#### [REQUIREMENT]
Repeat every entry exactly as given.

[Records from a dataset]
def run_select(
    prepared: PathLike,
    scan_files: Sequence[PathLike],
    settings: Mapping[str, Any],
    *,
    out_validity: PathLike,
    out_selection: PathLike,
    out_consensus: PathLike,
) -> None:
    """Validity indices for every scanned c, the c used, and the consensus for that c.

    ``settings["n_clusters"]`` is ``"auto"`` (use the recommendation of
    :func:`gloam.validity.recommend_n_clusters`) or an integer (use it).  The validity TSV
    has the columns of :func:`gloam.validity.validity_table` (with ``mean_stability``) and,
    from :func:`gloam.validity.recommendation_reasons`, ``distance_ratio``, ``eligible``,
    ``recommended`` and ``reason``, plus ``used`` (True for the c used downstream).  The
    consensus file is described in the module notes.

    Scan files are read one at a time, so memory holds one c's starts, not the whole scan;
    the chosen c is therefore read and aligned a second time for its consensus.
    """
    from gloam.consensus import consensus_partition
    from gloam.validity import recommendation_reasons, validity_table

    zscores, columns = _read_prepared(prepared)
    file_of: dict[int, PathLike] = {}
    best, stability = {}, {}
    for path in scan_files:
        result = read_scan(path, zscores.index)
        c = result.n_clusters
        file_of[c] = path
        # Copies: a view of the best start would keep every start of this c in memory.
        partition = result.best()
        best[c] = dataclasses.replace(
            partition,
            memberships=partition.memberships.copy(),
            centroids=partition.centroids.copy(),
        )
        stability[c] = float(consensus_partition(result).stability.mean())
    table = validity_table(zscores.to_numpy(), best, stability=stability)
    reasons = recommendation_reasons(table).rename(columns={"chosen": "recommended"})
    table = table.merge(reasons, on="n_clusters", how="left")
    recommended = int(table.loc[table["recommended"], "n_clusters"].iloc[0])
    fixed = settings.get("n_clusters", "auto")
    if fixed == "auto":
        used, method, reason = (
            recommended,
            "auto",
            str(table.loc[table["recommended"], "reason"].iloc[0]),
        )
    else:
        used, method, reason = int(fixed), "fixed", "fixed in the config (selection.n_clusters)"
        if used not in file_of:
            raise GloamError(
                f"selection.n_clusters = {used} was not scanned (scanned: {sorted(file_of)}); "
                "include it in the scan range"
            )
    consensus = _consensus_arrays(read_scan(file_of[used], zscores.index), zscores, columns)
    table["used"] = table["n_clusters"] == used
    write_table(table, out_validity)
    _write_json(
        {
            "n_clusters": used,
            "method": method,
            "recommended": recommended,
            "reason": reason,
            "scanned": sorted(int(c) for c in file_of),
        },
        out_selection,
    )
    _write_npz(out_consensus, **consensus)


def _consensus_arrays(
    result: Any, zscores: pd.DataFrame, columns: pd.DataFrame
) -> dict[str, np.ndarray]:
    """The arrays of ``consensus.npz`` for one c's starts, clusters in peak-time order."""
    from gloam.consensus import (
        align_starts,
        cluster_names,
        consensus_partition,
        order_clusters_by_peak_time,
        reorder,
    )

    c = result.n_clusters
    aligned = align_starts(result)
    consensus = consensus_partition(aligned, already_aligned=True)
    conditions = columns["condition"].astype(str).tolist()
    several = len(set(conditions)) > 1
    permutation = order_clusters_by_peak_time(
        consensus.centroids, columns["time"].to_numpy(), conditions if several else None
    )
    consensus = reorder(consensus, permutation)
    # Each start's top cluster in the final numbering: aligned label -> column position.
    position = np.empty(c, dtype=np.intp)
    position[consensus.order] = np.arange(c)
    start_top = position[np.argmax(aligned.memberships, axis=2)].astype(np.int16)
    return {
        "memberships": consensus.memberships,
        "membership_sd": consensus.membership_sd,
        "top_cluster": consensus.top_cluster,
        "top_membership": consensus.top_membership,
        "stability": consensus.stability,
        "centroids": consensus.centroids,
        "order": consensus.order,
        "start_top_cluster": start_top,
        "cluster_names": np.asarray(cluster_names(c), dtype=str),
        "genes": zscores.index.to_numpy(dtype=str),
        "columns": zscores.columns.to_numpy(dtype=str),
        "m": np.float64(consensus.m),
        "n_starts": np.int64(consensus.n_starts),
    }


def read_consensus(path: PathLike) -> dict[str, np.ndarray]:
    """Arrays of a consensus file written by :func:`run_select` (see the module notes)."""
    return _load_npz(path, "consensus file")


# ------------------------------------------------------------------ exports


def export_tables(
    consensus_npz: PathLike, out_memberships: PathLike, out_centroids: PathLike
) -> None:
    """Write ``memberships.tsv`` and ``centroids.tsv``.

    ``memberships.tsv``: ``gene``, one column per cluster (``C1``... consensus memberships,
    each row sums to 1), ``top_cluster``, ``top_membership``, ``stability``.
    ``centroids.tsv``: ``cluster``, then one column per prepared column (time point, named
    as in the prepared matrix), z-score units.
    """
    from gloam.consensus import Consensus, membership_table

    data = read_consensus(consensus_npz)
    consensus = Consensus(
        memberships=data["memberships"],
        membership_sd=data["membership_sd"],
        top_cluster=data["top_cluster"],
        top_membership=data["top_membership"],
        stability=data["stability"],
        centroids=data["centroids"],
        order=data["order"],
        n_starts=int(data["n_starts"]),
        m=float(data["m"]),
    )
    table = membership_table(consensus, data["genes"].tolist())
    write_table(table.reset_index(), out_memberships)
    centroids = pd.DataFrame(
        data["centroids"],
        index=pd.Index(data["cluster_names"].tolist(), name="cluster"),
        columns=data["columns"].tolist(),
    )
    write_table(centroids, out_centroids, index=True)


def _read_memberships(path: PathLike) -> pd.DataFrame:
    table = pd.read_csv(path, sep="\t", dtype={"gene": str}, keep_default_na=False)
    return table.set_index("gene")


def _cluster_columns(table: pd.DataFrame) -> list[str]:
    return [c for c in table.columns if c not in ("top_cluster", "top_membership", "stability")]


def export_gene_sets(
    memberships_tsv: PathLike, thresholds: Sequence[float], out_dir: PathLike, prefix: str = "gloam"
) -> None:
    """Write every gene-set file (see :mod:`gloam.genesets`) into ``out_dir`` at once.

    The files are written into a hidden folder beside ``out_dir`` that replaces it only when
    complete, so an interrupted export never leaves a partial set of lists.
    """
    from gloam.genesets import write_gene_sets

    table = _read_memberships(memberships_tsv)
    target = Path(out_dir)
    target.parent.mkdir(parents=True, exist_ok=True)
    staging = Path(
        tempfile.mkdtemp(prefix=f".{target.name}.", suffix=".partial", dir=target.parent)
    )
    try:
        write_gene_sets(
            table[_cluster_columns(table)],
            thresholds,
            staging,
            background_genes=table.index.tolist(),
            prefix=prefix,
        )
        staging.chmod(0o755)
        if target.exists():
            shutil.rmtree(target)
        os.replace(staging, target)
    finally:
        if staging.exists():
            shutil.rmtree(staging)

#### [TASK OUTPUT]
def run_select(
    prepared: PathLike,
    scan_files: Sequence[PathLike],
    settings: Mapping[str, Any],
    *,
    out_validity: PathLike,
    out_selection: PathLike,
    out_consensus: PathLike,
) -> None:
    """Validity indices for every scanned c, the c used, and the consensus for that c.

    ``settings["n_clusters"]`` is ``"auto"`` (use the recommendation of
    :func:`gloam.validity.recommend_n_clusters`) or an integer (use it).  The validity TSV
    has the columns of :func:`gloam.validity.validity_table` (with ``mean_stability``) and,
    from :func:`gloam.validity.recommendation_reasons`, ``distance_ratio``, ``eligible``,
    ``recommended`` and ``reason``, plus ``used`` (True for the c used downstream).  The
    consensus file is described in the module notes.

    Scan files are read one at a time, so memory holds one c's starts, not the whole scan;
    the chosen c is therefore read and aligned a second time for its consensus.
    """
    from gloam.consensus import consensus_partition
    from gloam.validity import recommendation_reasons, validity_table

    zscores, columns = _read_prepared(prepared)
    file_of: dict[int, PathLike] = {}
    best, stability = {}, {}
    for path in scan_files:
        result = read_scan(path, zscores.index)
        c = result.n_clusters
        file_of[c] = path
        # Copies: a view of the best start would keep every start of this c in memory.
        partition = result.best()
        best[c] = dataclasses.replace(
            partition,
            memberships=partition.memberships.copy(),
            centroids=partition.centroids.copy(),
        )
        stability[c] = float(consensus_partition(result).stability.mean())
    table = validity_table(zscores.to_numpy(), best, stability=stability)
    reasons = recommendation_reasons(table).rename(columns={"chosen": "recommended"})
    table = table.merge(reasons, on="n_clusters", how="left")
    recommended = int(table.loc[table["recommended"], "n_clusters"].iloc[0])
    fixed = settings.get("n_clusters", "auto")
    if fixed == "auto":
        used, method, reason = (
            recommended,
            "auto",
            str(table.loc[table["recommended"], "reason"].iloc[0]),
        )
    else:
        used, method, reason = int(fixed), "fixed", "fixed in the config (selection.n_clusters)"
        if used not in file_of:
            raise GloamError(
                f"selection.n_clusters = {used} was not scanned (scanned: {sorted(file_of)}); "
                "include it in the scan range"
            )
    consensus = _consensus_arrays(read_scan(file_of[used], zscores.index), zscores, columns)
    table["used"] = table["n_clusters"] == used
    write_table(table, out_validity)
    _write_json(
        {
            "n_clusters": used,
            "method": method,
            "recommended": recommended,
            "reason": reason,
            "scanned": sorted(int(c) for c in file_of),
        },
        out_selection,
    )
    _write_npz(out_consensus, **consensus)


def _consensus_arrays(
    result: Any, zscores: pd.DataFrame, columns: pd.DataFrame
) -> dict[str, np.ndarray]:
    """The arrays of ``consensus.npz`` for one c's starts, clusters in peak-time order."""
    from gloam.consensus import (
        align_starts,
        cluster_names,
        consensus_partition,
        order_clusters_by_peak_time,
        reorder,
    )

    c = result.n_clusters
    aligned = align_starts(result)
    consensus = consensus_partition(aligned, already_aligned=True)
    conditions = columns["condition"].astype(str).tolist()
    several = len(set(conditions)) > 1
    permutation = order_clusters_by_peak_time(
        consensus.centroids, columns["time"].to_numpy(), conditions if several else None
    )
    consensus = reorder(consensus, permutation)
    # Each start's top cluster in the final numbering: aligned label -> column position.
    position = np.empty(c, dtype=np.intp)
    position[consensus.order] = np.arange(c)
    start_top = position[np.argmax(aligned.memberships, axis=2)].astype(np.int16)
    return {
        "memberships": consensus.memberships,
        "membership_sd": consensus.membership_sd,
        "top_cluster": consensus.top_cluster,
        "top_membership": consensus.top_membership,
        "stability": consensus.stability,
        "centroids": consensus.centroids,
        "order": consensus.order,
        "start_top_cluster": start_top,
        "cluster_names": np.asarray(cluster_names(c), dtype=str),
        "genes": zscores.index.to_numpy(dtype=str),
        "columns": zscores.columns.to_numpy(dtype=str),
        "m": np.float64(consensus.m),
        "n_starts": np.int64(consensus.n_starts),
    }


def read_consensus(path: PathLike) -> dict[str, np.ndarray]:
    """Arrays of a consensus file written by :func:`run_select` (see the module notes)."""
    return _load_npz(path, "consensus file")


# ------------------------------------------------------------------ exports


def export_tables(
    consensus_npz: PathLike, out_memberships: PathLike, out_centroids: PathLike
) -> None:
    """Write ``memberships.tsv`` and ``centroids.tsv``.

    ``memberships.tsv``: ``gene``, one column per cluster (``C1``... consensus memberships,
    each row sums to 1), ``top_cluster``, ``top_membership``, ``stability``.
    ``centroids.tsv``: ``cluster``, then one column per prepared column (time point, named
    as in the prepared matrix), z-score units.
    """
    from gloam.consensus import Consensus, membership_table

    data = read_consensus(consensus_npz)
    consensus = Consensus(
        memberships=data["memberships"],
        membership_sd=data["membership_sd"],
        top_cluster=data["top_cluster"],
        top_membership=data["top_membership"],
        stability=data["stability"],
        centroids=data["centroids"],
        order=data["order"],
        n_starts=int(data["n_starts"]),
        m=float(data["m"]),
    )
    table = membership_table(consensus, data["genes"].tolist())
    write_table(table.reset_index(), out_memberships)
    centroids = pd.DataFrame(
        data["centroids"],
        index=pd.Index(data["cluster_names"].tolist(), name="cluster"),
        columns=data["columns"].tolist(),
    )
    write_table(centroids, out_centroids, index=True)


def _read_memberships(path: PathLike) -> pd.DataFrame:
    table = pd.read_csv(path, sep="\t", dtype={"gene": str}, keep_default_na=False)
    return table.set_index("gene")


def _cluster_columns(table: pd.DataFrame) -> list[str]:
    return [c for c in table.columns if c not in ("top_cluster", "top_membership", "stability")]


def export_gene_sets(
    memberships_tsv: PathLike, thresholds: Sequence[float], out_dir: PathLike, prefix: str = "gloam"
) -> None:
    """Write every gene-set file (see :mod:`gloam.genesets`) into ``out_dir`` at once.

    The files are written into a hidden folder beside ``out_dir`` that replaces it only when
    complete, so an interrupted export never leaves a partial set of lists.
    """
    from gloam.genesets import write_gene_sets

    table = _read_memberships(memberships_tsv)
    target = Path(out_dir)
    target.parent.mkdir(parents=True, exist_ok=True)
    staging = Path(
        tempfile.mkdtemp(prefix=f".{target.name}.", suffix=".partial", dir=target.parent)
    )
    try:
        write_gene_sets(
            table[_cluster_columns(table)],
            thresholds,
            staging,
            background_genes=table.index.tolist(),
            prefix=prefix,
        )
        staging.chmod(0o755)
        if target.exists():
            shutil.rmtree(target)
        os.replace(staging, target)
    finally:
        if staging.exists():
            shutil.rmtree(staging)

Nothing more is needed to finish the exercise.